From the 12 points of the temperature series, it is largely the phases just before and just after the phase transition that are of interest. These two phases were investigated with greater precision by first running a long (1 ns) NPT simulation from which the average unit-cell parameters were determined, followed by a long (1 ns) NVT simulation with the average unit-cell parameters from the NPT simulation imposed. The fixed unit-cell parameters in the second simulation are intended to mimic the effect of a much larger external crystal surrounding our simulation box and are necessary to yield correct anisotropic displacement parameters that are free from the effects of unit-cell fluctuations. The MD trajectory was sampled every 1 ps, i.e. averages were calculated over 1001 snapshots (frames). The space group of the new phase was determined from the 12 × 12 × 12 P1 supercell averaged over 1001 frames with the space-group perception tool in Materials Studio with a tolerance of 0.2 Å. Once the space group of the new phase had been established, which was determined to be P2₁/c, Z′ = ½, the supercells were collapsed onto the asymmetric unit and all symmetry-equivalent atoms were averaged over space and time. In other words, for the calculated structure of the new phase, each atomic coordinate was the average of 1001 × 12 × 12 × 12 × 2 = 3 459 456 values. The unit-cell parameters of the new phase were obtained by averaging over the 1001 frames. From these two 1 ns NVT simulations, the time-averaged structures, the anisotropic displacement parameters and the X-ray powder diffraction patterns were calculated using in-house software.

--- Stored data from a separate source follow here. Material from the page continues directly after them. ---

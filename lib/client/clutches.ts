'use client';

import { keepPreviousData, useQuery } from '@tanstack/react-query';
import type { z } from 'zod';
import { listAnimals } from '@/lib/contracts/animal-list';
import {
  layClutch,
  listClutches,
  listPairingEvents,
  logHatchlings,
  logPairingEvent,
  retractPairingEvent,
  showClutch,
} from '@/lib/contracts/clutch';
import type { ClutchId, PairingId } from '@/lib/contracts/ids';
import { showPairing } from '@/lib/contracts/pairing';
import { showSeason } from '@/lib/contracts/season';
import { optionsOf, useContractMutation } from './queries';
import { useWorkspaceSlug } from './workspace';

/** Answers that change with what is logged of a pairing or a clutch. */
const answers = [listClutches, showClutch, listPairingEvents, showPairing, showSeason, listAnimals];

export type ClutchesQuery = z.input<typeof listClutches.query>;

/** Clutches that match; what was shown before stays in sight while the next are fetched. */
export function useClutches(query: ClutchesQuery) {
  const workspace = useWorkspaceSlug();
  return useQuery({
    ...optionsOf(listClutches, { params: { workspace }, query }),
    placeholderData: keepPreviousData,
  });
}

export function useClutch(clutch: ClutchId) {
  const workspace = useWorkspaceSlug();
  return useQuery(optionsOf(showClutch, { params: { workspace, clutch } }));
}

export function usePairingEvents(pairing: PairingId) {
  const workspace = useWorkspaceSlug();
  return useQuery(optionsOf(listPairingEvents, { params: { workspace, pairing } }));
}

export const useLogPairingEvent = () => useContractMutation(logPairingEvent, answers);
export const useRetractPairingEvent = () => useContractMutation(retractPairingEvent, answers);
export const useLayClutch = () => useContractMutation(layClutch, answers);
export const useLogHatchlings = () => useContractMutation(logHatchlings, answers);
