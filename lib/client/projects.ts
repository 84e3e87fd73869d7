'use client';

import { keepPreviousData, useQuery } from '@tanstack/react-query';
import type { z } from 'zod';
import type { ProjectId, TermsId } from '@/lib/contracts/ids';
import { createProject, editProject, listProjects, showProject } from '@/lib/contracts/project';
import { showWorkspace } from '@/lib/contracts/session';
import {
  decideTerms,
  listTerms,
  previewTerms,
  proposeTerms,
  showTerms,
  withdrawTerms,
} from '@/lib/contracts/terms';
import { optionsOf, useContractMutation } from './queries';
import { request, type RequestError } from './request';
import { useWorkspaceSlug } from './workspace';

const projectAnswers = [listProjects, showProject, showWorkspace];
const termsAnswers = [listTerms, showTerms, showProject, listProjects];

export function useProjects(query: z.input<typeof listProjects.query> = {}) {
  const workspace = useWorkspaceSlug();
  return useQuery(optionsOf(listProjects, { params: { workspace }, query }));
}

export function useProject(project: ProjectId) {
  const workspace = useWorkspaceSlug();
  return useQuery(optionsOf(showProject, { params: { workspace, project } }));
}
export const useCreateProject = () => useContractMutation(createProject, projectAnswers);
export const useEditProject = () => useContractMutation(editProject, projectAnswers);

export function useTermsList(project: ProjectId) {
  const workspace = useWorkspaceSlug();
  return useQuery(optionsOf(listTerms, { params: { workspace, project } }));
}

export function useTerms(project: ProjectId, terms: TermsId) {
  const workspace = useWorkspaceSlug();
  return useQuery(optionsOf(showTerms, { params: { workspace, project, terms } }));
}
export const useProposeTerms = () => useContractMutation(proposeTerms, termsAnswers);
export const useDecideTerms = () => useContractMutation(decideTerms, termsAnswers);
export const useWithdrawTerms = () => useContractMutation(withdrawTerms, termsAnswers);

/** How an example sale would be split by drafted terms; the last answer stays while the next is fetched. */
export function useTermsPreview(project: ProjectId, body: z.input<typeof previewTerms.body>) {
  const workspace = useWorkspaceSlug();
  return useQuery<z.output<typeof previewTerms.response>, RequestError>({
    queryKey: [previewTerms.id, workspace, project, body],
    queryFn: ({ signal }) => request(previewTerms, { params: { workspace, project }, body }, { signal }),
    placeholderData: keepPreviousData,
    retry: false,
  });
}
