import type { ReactNode } from 'react';
import { WorkspaceShell } from '@/components/shell/workspace-shell';
import { Prefetch, prefetched } from '@/lib/api/page';
import { showWorkspaceUseCase } from '@/lib/use-cases/workspace/show-workspace';

export default async function WorkspaceLayout({
  children,
  params,
}: {
  children: ReactNode;
  params: Promise<{ workspace: string }>;
}) {
  const { workspace } = await params;
  return (
    <Prefetch from={`/${workspace}`} queries={[prefetched(showWorkspaceUseCase, { params: { workspace } })]}>
      <WorkspaceShell>{children}</WorkspaceShell>
    </Prefetch>
  );
}
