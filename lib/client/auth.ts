'use client';

import { magicLinkClient, twoFactorClient } from 'better-auth/client/plugins';
import { createAuthClient } from 'better-auth/react';

/** The sign-in library's client; it talks to /api/auth of the same site. */
export const auth = createAuthClient({ plugins: [magicLinkClient(), twoFactorClient()] });

/** Where to go after signing in: a path of this site, never another address. */
export function safeNext(next: string | undefined): string {
  return next && /^\/(?![/\\])/.test(next) ? next : '/';
}
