import { redirect } from 'next/navigation';

/** A workspace opens at its collection, which every role may see. */
export default async function WorkspacePage({ params }: { params: Promise<{ workspace: string }> }) {
  const { workspace } = await params;
  redirect(`/${workspace}/collection`);
}
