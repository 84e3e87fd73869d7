'use client';

import { keepPreviousData, useQuery } from '@tanstack/react-query';
import type { z } from 'zod';
import { importAnimals, previewImport } from '@/lib/contracts/animal-import';
import { changeAnimals, exportAnimals, listAnimals } from '@/lib/contracts/animal-list';
import { recordOwnership } from '@/lib/contracts/animal-ownership';
import {
  addWeight,
  createAnimal,
  editAnimal,
  proposeCode,
  removeWeight,
  showAnimal,
} from '@/lib/contracts/animal-record';
import type { Contract } from '@/lib/contracts/contract';
import { addDocument, removeDocument, showDocument } from '@/lib/contracts/document';
import type { AnimalId, DocumentId, PhotoId, SpeciesId } from '@/lib/contracts/ids';
import { showLineage } from '@/lib/contracts/lineage';
import { addPhoto, editPhoto, removePhoto, showPhoto } from '@/lib/contracts/photo';
import { createTub, listTubs } from '@/lib/contracts/tub';
import { optionsOf, useContractMutation } from './queries';
import { addressOf } from './request';
import { useWorkspaceSlug } from './workspace';

export type AnimalListQuery = z.input<typeof listAnimals.query>;

/** Answers that change with an animal. */
const animalAnswers: readonly Contract[] = [listAnimals, showAnimal, showLineage, listTubs, proposeCode];

/** Animals that match; the rows before stay in sight while the next are fetched. */
export function useAnimals(query: AnimalListQuery) {
  const workspace = useWorkspaceSlug();
  return useQuery({
    ...optionsOf(listAnimals, { params: { workspace }, query }),
    placeholderData: keepPreviousData,
  });
}

export function useAnimal(animal: AnimalId | null) {
  const workspace = useWorkspaceSlug();
  return useQuery({
    ...optionsOf(showAnimal, { params: { workspace, animal: animal ?? '' } }),
    enabled: animal !== null,
  });
}

export function useProposedCode(species: SpeciesId | '') {
  const workspace = useWorkspaceSlug();
  return useQuery({
    ...optionsOf(proposeCode, { params: { workspace }, query: { species } }),
    enabled: species !== '',
    staleTime: 0,
  });
}

export const useCreateAnimal = () => useContractMutation(createAnimal, animalAnswers);
export const useEditAnimal = () => useContractMutation(editAnimal, animalAnswers);
export const useChangeAnimals = () => useContractMutation(changeAnimals, animalAnswers);
export const useRecordOwnership = () => useContractMutation(recordOwnership, animalAnswers);
export const useAddWeight = () => useContractMutation(addWeight, animalAnswers);
export const useRemoveWeight = () => useContractMutation(removeWeight, animalAnswers);
export const useAddPhoto = () => useContractMutation(addPhoto, [listAnimals, showAnimal]);
export const useEditPhoto = () => useContractMutation(editPhoto, [listAnimals, showAnimal]);
export const useRemovePhoto = () => useContractMutation(removePhoto, [listAnimals, showAnimal]);
export const useAddDocument = () => useContractMutation(addDocument, [showAnimal]);
export const useRemoveDocument = () => useContractMutation(removeDocument, [showAnimal]);
export const usePreviewImport = () => useContractMutation(previewImport);
export const useImportAnimals = () => useContractMutation(importAnimals, animalAnswers);

export function useTubs(enabled = true) {
  const workspace = useWorkspaceSlug();
  return useQuery({ ...optionsOf(listTubs, { params: { workspace } }), enabled });
}
export const useCreateTub = () => useContractMutation(createTub, [listTubs]);

/** Addresses of files, for pictures and links. */
export function useFileAddresses() {
  const workspace = useWorkspaceSlug();
  return {
    photo: (photo: PhotoId, size: 'large' | 'small') =>
      addressOf(showPhoto, { params: { workspace, photo }, query: { size } }),
    document: (document: DocumentId) => addressOf(showDocument, { params: { workspace, document } }),
    csv: (query: z.input<typeof exportAnimals.query>) =>
      addressOf(exportAnimals, { params: { workspace }, query }),
  };
}
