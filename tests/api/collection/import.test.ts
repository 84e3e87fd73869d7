import { beforeAll, describe, expect, it } from 'vitest';
import { withScope } from '@/db/scope';
import { tubs } from '@/db/schema/collection';
import type { LocusClaim } from '@/lib/contracts/animal';
import { createAnimalUseCase } from '@/lib/use-cases/collection/create-animal';
import { claimsFromText, claimToText } from '@/lib/use-cases/collection/claim-text';
import { readCsv, writeCsv } from '@/lib/use-cases/collection/csv-text';
import { exportAnimalsUseCase } from '@/lib/use-cases/collection/export-animals';
import { importAnimalsUseCase } from '@/lib/use-cases/collection/import-animals';
import { listAnimalsUseCase } from '@/lib/use-cases/collection/list-animals';
import { addWeightUseCase } from '@/lib/use-cases/collection/add-weight';
import { previewImportUseCase } from '@/lib/use-cases/collection/preview-import';
import { makeWorkspace, performAs, type TestWorkspace } from '../setup/fixture';

let workspace: TestWorkspace;
beforeAll(async () => {
  workspace = await makeWorkspace();
});

const preview = (to: TestWorkspace, csv: string, columns?: (string | null)[]) =>
  performAs(to, to.owner, previewImportUseCase, { body: { csv, columns } });
const commit = (to: TestWorkspace, csv: string) =>
  performAs(to, to.owner, importAnimalsUseCase, { body: { csv } });
const count = async (of: TestWorkspace) => (await performAs(of, of.owner, listAnimalsUseCase)).total;
async function exported(of: TestWorkspace, query: Record<string, unknown> = {}): Promise<string> {
  const file = await performAs(of, of.owner, exportAnimalsUseCase, { query });
  return file.body as string;
}

describe('import of a file', () => {
  it('guesses what the columns are, also from the words of others', async () => {
    const { columns, rows, errors } = await preview(
      workspace,
      'Tag,Gender,DOB,Father,Colour\nX-1,F,2021,TP-001,brown\n',
    );
    expect(columns).toEqual(['code', 'sex', 'hatched', 'sire', null]);
    // The father hatched in 2022, after 2021.
    expect(errors).toBe(1);
    expect(rows[0]?.errors[0]).toMatchObject({ field: 'sire' });
  });

  it('says what is wrong in each row and imports none of them', async () => {
    const csv = [
      'code,sex,hatched,sire,dam,loci,owners,place,weights',
      'Y-1,male,2020-05-01,,,,,,',
      'Y-1,femal,2020-13-01,,,,,,',
      'TP-001,male,,,,,,,',
      'Y-3,female,2023-01-01,Y-9,Y-1,Albino: looks Blue,Nobody 1,Z9,heavy',
    ].join('\n');
    const { rows } = await preview(workspace, csv);
    expect(rows[0]?.errors).toEqual([]);
    expect(rows[1]?.errors.map(({ field }) => field).sort()).toEqual(['code', 'hatched', 'sex']);
    expect(rows[2]?.errors[0]?.message).toMatch(/already has an animal TP-001/);
    expect(rows[3]?.errors.map(({ field }) => field).sort()).toEqual([
      'dam',
      'loci',
      'owners',
      'place',
      'sire',
      'weights',
    ]);
    const before = await count(workspace);
    await expect(commit(workspace, csv)).rejects.toMatchObject({ code: 'invalid' });
    expect(await count(workspace)).toBe(before);
  });

  it('takes parents from the same file in any order, and refuses circles', async () => {
    expect(
      await commit(workspace, 'code,sex,sire,dam\nK-3,female,K-1,K-2\nK-1,male,,\nK-2,female,,\n'),
    ).toEqual({ imported: 3 });
    const circle = await preview(workspace, 'code,sex,dam\nL-1,female,L-2\nL-2,female,L-1\n');
    expect(circle.rows.flatMap(({ errors }) => errors)[0]?.message).toMatch(/own ancestor/);
  });

  it('is for the owner alone', async () => {
    await expect(
      performAs(workspace, workspace.partner, previewImportUseCase, { body: { csv: 'code\nA' } }),
    ).rejects.toMatchObject({ code: 'not_allowed' });
  });
});

describe('export', () => {
  it('imports again without loss', async () => {
    const home = await makeWorkspace();
    const add = (body: Record<string, unknown>) =>
      performAs(home, home.owner, createAnimalUseCase, {
        body: {
          speciesId: home.speciesId,
          sex: 'unknown',
          owners: [{ partyId: home.owner.partyId, parts: 1 }],
          ...body,
        },
      });
    const place = { room: 'N', rack: 'R', label: 'B4', rowNumber: 1, columnNumber: 1 };
    await withScope({ workspaceId: home.id }, (tx) =>
      tx.insert(tubs).values({ workspaceId: home.id, ...place }),
    );
    const sire = await add({
      code: 'S 7',
      sex: 'male',
      hatchedOn: '2019-04-01',
      hatchedPrecision: 'month',
      name: '=HYPERLINK("x")',
      notes: 'two\nlines, "quoted"; \'-1 and | bars',
    });
    const second = await add({
      code: 'S 8',
      sex: 'male',
      hatchedOn: '2019-01-01',
      hatchedPrecision: 'year',
      origin: 'wild_caught',
      status: 'died',
      statusSince: '2024-02-02',
    });
    await add({
      code: 'Y-1',
      sex: 'female',
      sexedBy: 'probed',
      hatchedOn: '2023-06-05',
      damId: home.damId,
      possibleSires: [
        { animalId: sire.id, weight: 3 },
        { animalId: second.id, weight: 1 },
      ],
      owners: [
        { partyId: home.owner.partyId, parts: 2 },
        { partyId: home.partner.partyId, parts: 1 },
      ],
      ownedFrom: '2023-07-01',
      heldBack: true,
      projectId: home.projectId,
      loci: [
        {
          locusId: home.locusId,
          shows: '',
          carries: { genotypes: { '+/+': '1/3', '+/a': '2/3' }, basis: 'tested' },
        },
      ],
      tubId: (await withScope({ workspaceId: home.id }, (tx) => tx.select({ id: tubs.id }).from(tubs)))[0]
        ?.id,
    }).then(({ id }) =>
      performAs(home, home.owner, addWeightUseCase, {
        params: { animal: id },
        body: { weighedOn: '2024-01-02', grams: 640 },
      }),
    );

    const away = await makeWorkspace();
    await withScope({ workspaceId: away.id }, (tx) =>
      tx.insert(tubs).values({ workspaceId: away.id, ...place }),
    );
    // The two workspaces are made alike; only the animals of the fixture are there already.
    const first = await exported(home);
    const ofFixture = new Set(['TP-001', 'TP-002', 'TP-003']);
    const [head = [], ...rows] = readCsv(first);
    const fresh = writeCsv(
      head,
      rows.filter(([code = '']) => !ofFixture.has(code)),
    );
    expect(await commit(away, fresh)).toEqual({ imported: 3 });
    expect(readCsv(await exported(away))).toEqual(readCsv(first));
  });

  it('runs no formula in a spreadsheet', async () => {
    const cells = ['=1+1', '+1', '-1', '@x', '\tx', "'=1", 'plain', "it's"];
    const text = writeCsv(cells, [cells]);
    for (const line of text.replace('\uFEFF', '').trim().split('\r\n').slice(1))
      expect(line).not.toMatch(/(^|,|")[=+\-@\t]/);
    expect(readCsv(text)[1]).toEqual(cells);
  });

  it('takes the chosen rows, and to a partner only what they may see', async () => {
    const codes = (text: string) =>
      readCsv(text)
        .slice(1)
        .map(([code]) => code);
    expect(codes(await exported(workspace, { ids: workspace.sireId }))).toEqual(['TP-001']);
    const file = await performAs(workspace, workspace.partner, exportAnimalsUseCase, {
      query: { ids: [workspace.damId, workspace.otherAnimalId].join(',') },
    });
    expect(codes(file.body as string)).toEqual(['TP-002']);
  });
});

describe('a locus in a cell', () => {
  it.each<LocusClaim>([
    { shows: 'Albino', carries: null },
    { shows: '', carries: { genotypes: { '+/a': '2/3', '+/+': '1/3' }, basis: 'tested' } },
    { shows: null, carries: { genotypes: { 'a/a': '1' }, basis: 'proven' } },
  ])('is read as it was written: %j', (claim) => {
    expect(claimsFromText(claimToText('Albino', claim))).toEqual({ claims: [{ locus: 'Albino', claim }] });
  });
});
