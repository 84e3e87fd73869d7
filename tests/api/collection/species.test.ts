import { beforeAll, describe, expect, it } from 'vitest';
import type { LocusId } from '@/lib/contracts/ids';
import { createCombinationUseCase } from '@/lib/use-cases/collection/create-combination';
import { createAnimalUseCase } from '@/lib/use-cases/collection/create-animal';
import { createLocusUseCase } from '@/lib/use-cases/collection/create-locus';
import { editLocusUseCase } from '@/lib/use-cases/collection/edit-locus';
import { editSpeciesUseCase } from '@/lib/use-cases/collection/edit-species';
import { removeLocusUseCase } from '@/lib/use-cases/collection/remove-locus';
import { showAnimalUseCase } from '@/lib/use-cases/collection/show-animal';
import { showSpeciesUseCase } from '@/lib/use-cases/collection/show-species';
import { makeWorkspace, performAs, type TestWorkspace } from '../setup/fixture';

let workspace: TestWorkspace;
beforeAll(async () => {
  workspace = await makeWorkspace();
});

const definition = (change: Record<string, unknown> = {}) => ({
  symbol: 'p',
  chromosome: 'autosomal',
  linkage: null,
  alleles: [
    { symbol: '+', name: 'wild type' },
    { symbol: 'p', name: 'Pastel' },
  ],
  phenotypes: { '+/p': 'Pastel', 'p/p': 'Super Pastel' },
  penetrance: {},
  lethal: [],
  dominance: 'incomplete dominant',
  welfare: [],
  source: { citation: 'made up for the test', certainty: 'common practice' },
  ...change,
});
const create = (name: string, change: Record<string, unknown> = {}, by = workspace.owner) =>
  performAs(workspace, by, createLocusUseCase, {
    params: { species: workspace.speciesId },
    body: { name, definition: definition(change) },
  });
const show = () =>
  performAs(workspace, workspace.keeper, showSpeciesUseCase, { params: { species: workspace.speciesId } });

describe('loci as data', () => {
  it('a new locus is there for everyone, each genotype in words', async () => {
    await create('Pastel');
    const locus = (await show()).loci.find(({ name }) => name === 'Pastel');
    expect(locus?.genotypes.female).toEqual([
      { genotype: '+/+', phenotype: '', copies: 0, words: 'no copy' },
      { genotype: '+/p', phenotype: 'Pastel', copies: 1, words: 'one copy of Pastel' },
      { genotype: 'p/p', phenotype: 'Super Pastel', copies: 2, words: 'two copies of Pastel' },
    ]);
  });

  it.each([
    ['an allele that is not there', { phenotypes: { '+/z': 'Odd' } }, 'definition.alleles'],
    ['a chromosome that the species does not have', { chromosome: 'Z' }, 'definition.chromosome'],
    [
      'chances that do not add up',
      { penetrance: { 'p/p': { 'Super Pastel': '1/2' } } },
      'definition.penetrance',
    ],
    [
      'two alleles of one symbol',
      {
        alleles: [
          { symbol: '+', name: 'wild type' },
          { symbol: '+', name: 'other' },
        ],
      },
      'definition.alleles',
    ],
  ])('refuses %s', async (_, change, field) => {
    await expect(create(`Wrong ${field}`, change)).rejects.toMatchObject({
      code: 'invalid',
      more: { errors: [{ field }] },
    });
  });

  it('refuses a change that would contradict what is recorded, and a removal of what is used', async () => {
    const { id } = await create('Used');
    const animal = await performAs(workspace, workspace.owner, createAnimalUseCase, {
      body: {
        code: 'USED-1',
        speciesId: workspace.speciesId,
        sex: 'male',
        owners: [{ partyId: workspace.owner.partyId, parts: 1 }],
        loci: [{ locusId: id, shows: 'Super Pastel', carries: null }],
      },
    });
    const edit = (change: Record<string, unknown>, version = 1) =>
      performAs(workspace, workspace.owner, editLocusUseCase, {
        params: { locus: id },
        body: { name: 'Used', definition: definition(change), version },
      });
    await expect(edit({ phenotypes: { '+/p': 'Pastel' } })).rejects.toMatchObject({
      code: 'invalid',
      detail: expect.stringMatching(/USED-1/),
    });
    await expect(
      performAs(workspace, workspace.owner, removeLocusUseCase, { params: { locus: id } }),
    ).rejects.toMatchObject({ code: 'wrong_state' });
    await expect(edit({ lethal: ['p/p'] })).rejects.toMatchObject({
      code: 'invalid',
      detail: expect.stringMatching(/USED-1/),
    });
    const welfare = [{ text: 'Made-up harm', source: 'made up for the test', genotypes: ['p/p'] }];
    expect(await edit({ welfare })).toEqual({ version: 2 });
    await expect(edit({}, 1)).rejects.toMatchObject({ code: 'stale' });
    expect(animal.code).toBe('USED-1');
  });

  it('names combinations in the description of an animal', async () => {
    const { id: pastel } = await create('Second pastel');
    const looks: Record<string, string> = { [workspace.locusId]: 'Albino', [pastel]: 'Pastel' };
    const combine = (phenotypes: Record<string, string>) =>
      performAs(workspace, workspace.owner, createCombinationUseCase, {
        params: { species: workspace.speciesId },
        body: { name: 'Butter', phenotypes },
      });
    await expect(combine({ ...looks, [pastel]: 'Clown' })).rejects.toMatchObject({ code: 'invalid' });
    await combine(looks);
    const { id } = await performAs(workspace, workspace.owner, createAnimalUseCase, {
      body: {
        speciesId: workspace.speciesId,
        sex: 'male',
        owners: [{ partyId: workspace.owner.partyId, parts: 1 }],
        loci: Object.entries(looks).map(([locusId, shows]) => ({
          locusId: locusId as LocusId,
          shows,
          carries: null,
        })),
      },
    });
    expect(
      (await performAs(workspace, workspace.owner, showAnimalUseCase, { params: { animal: id } }))
        .description,
    ).toBe('Butter');
  });

  it("keeps how sex is decided once animals depend on it, and is the owner's to change", async () => {
    const edit = (by = workspace.owner) =>
      performAs(workspace, by, editSpeciesUseCase, {
        params: { species: workspace.speciesId },
        body: { version: 1, sexSystem: 'ZW' },
      });
    await expect(edit()).rejects.toMatchObject({
      code: 'invalid',
      more: { errors: [{ field: 'sexSystem' }] },
    });
    await expect(edit(workspace.partner)).rejects.toMatchObject({ code: 'not_allowed' });
    await expect(create('Keeper locus', {}, workspace.keeper)).rejects.toMatchObject({ code: 'not_allowed' });
  });
});
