import { eq, sql } from "drizzle-orm";
import { beforeEach, describe, expect, it } from "vitest";
import type { Db } from "@/db/client";
import { auditLog } from "@/db/schema";
import { audit, findAuditBreak } from "@/lib/market/audit";
import { freshDb } from "@/tests/support/db";
import { START_MS } from "@/tests/support/market";

let db: Db;
beforeEach(() => {
  db = freshDb();
  for (let n = 1; n <= 5; n++)
    audit(db, {
      actorId: n % 2 ? "usr_a" : null,
      action: "batch.funded",
      subject: `bat_${n}`,
      detail: { holdCents: n, none: null, gone: undefined, nested: { z: 1, a: ["é", 0.1] } },
      nowMs: START_MS + n,
    });
});

/** What somebody with the file in hand could do: the triggers stop everybody else. */
const withoutTriggers = (tamper: () => unknown) => {
  db.run(sql`drop trigger audit_log_no_update`);
  db.run(sql`drop trigger audit_log_no_delete`);
  tamper();
};
const third = eq(auditLog.sequence, 3);

describe("the audit log", () => {
  it("holds together, empty too", () => {
    expect(findAuditBreak(db)).toBeNull();
    expect(findAuditBreak(freshDb())).toBeNull();
  });

  it("refuses changes and removals", () => {
    expect(() => db.update(auditLog).set({ action: "nothing" }).run()).toThrow(/append-only/);
    expect(() => db.delete(auditLog).run()).toThrow(/append-only/);
    expect(() => db.run(sql`insert or replace into audit_log select * from audit_log limit 1`)).toThrow();
  });

  it.each<[string, number, () => unknown]>([
    ["actor", 3, () => db.update(auditLog).set({ actorId: "usr_b" }).where(third).run()],
    [
      "amount",
      3,
      () =>
        db
          .update(auditLog)
          .set({ detail: { holdCents: 300 } })
          .where(third)
          .run(),
    ],
    ["time", 3, () => db.update(auditLog).set({ atMs: 0 }).where(third).run()],
    [
      "hash",
      3,
      () =>
        db
          .update(auditLog)
          .set({ hash: "0".repeat(64) })
          .where(third)
          .run(),
    ],
    [
      "link",
      3,
      () =>
        db
          .update(auditLog)
          .set({ previousHash: "0".repeat(64) })
          .where(third)
          .run(),
    ],
    ["presence", 4, () => db.delete(auditLog).where(third).run()],
    ["beginning", 2, () => db.delete(auditLog).where(eq(auditLog.sequence, 1)).run()],
  ])("shows the entry whose %s was tampered with", (_what, sequence, tamper) => {
    withoutTriggers(tamper);
    expect(findAuditBreak(db)).toBe(sequence);
  });
});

On modern hardware, the calculations are relatively trivial in terms of resources. MD simulations do not require the huge amounts of memory (RAM) that are characteristic of quantum-mechanical calculations (such as DFT calculations). The algorithms have been parallelized, so by running the simulations on, 48 cores simultaneously for example, the wall-clock time of all the simulations described in the current work amounts to only a couple of weeks.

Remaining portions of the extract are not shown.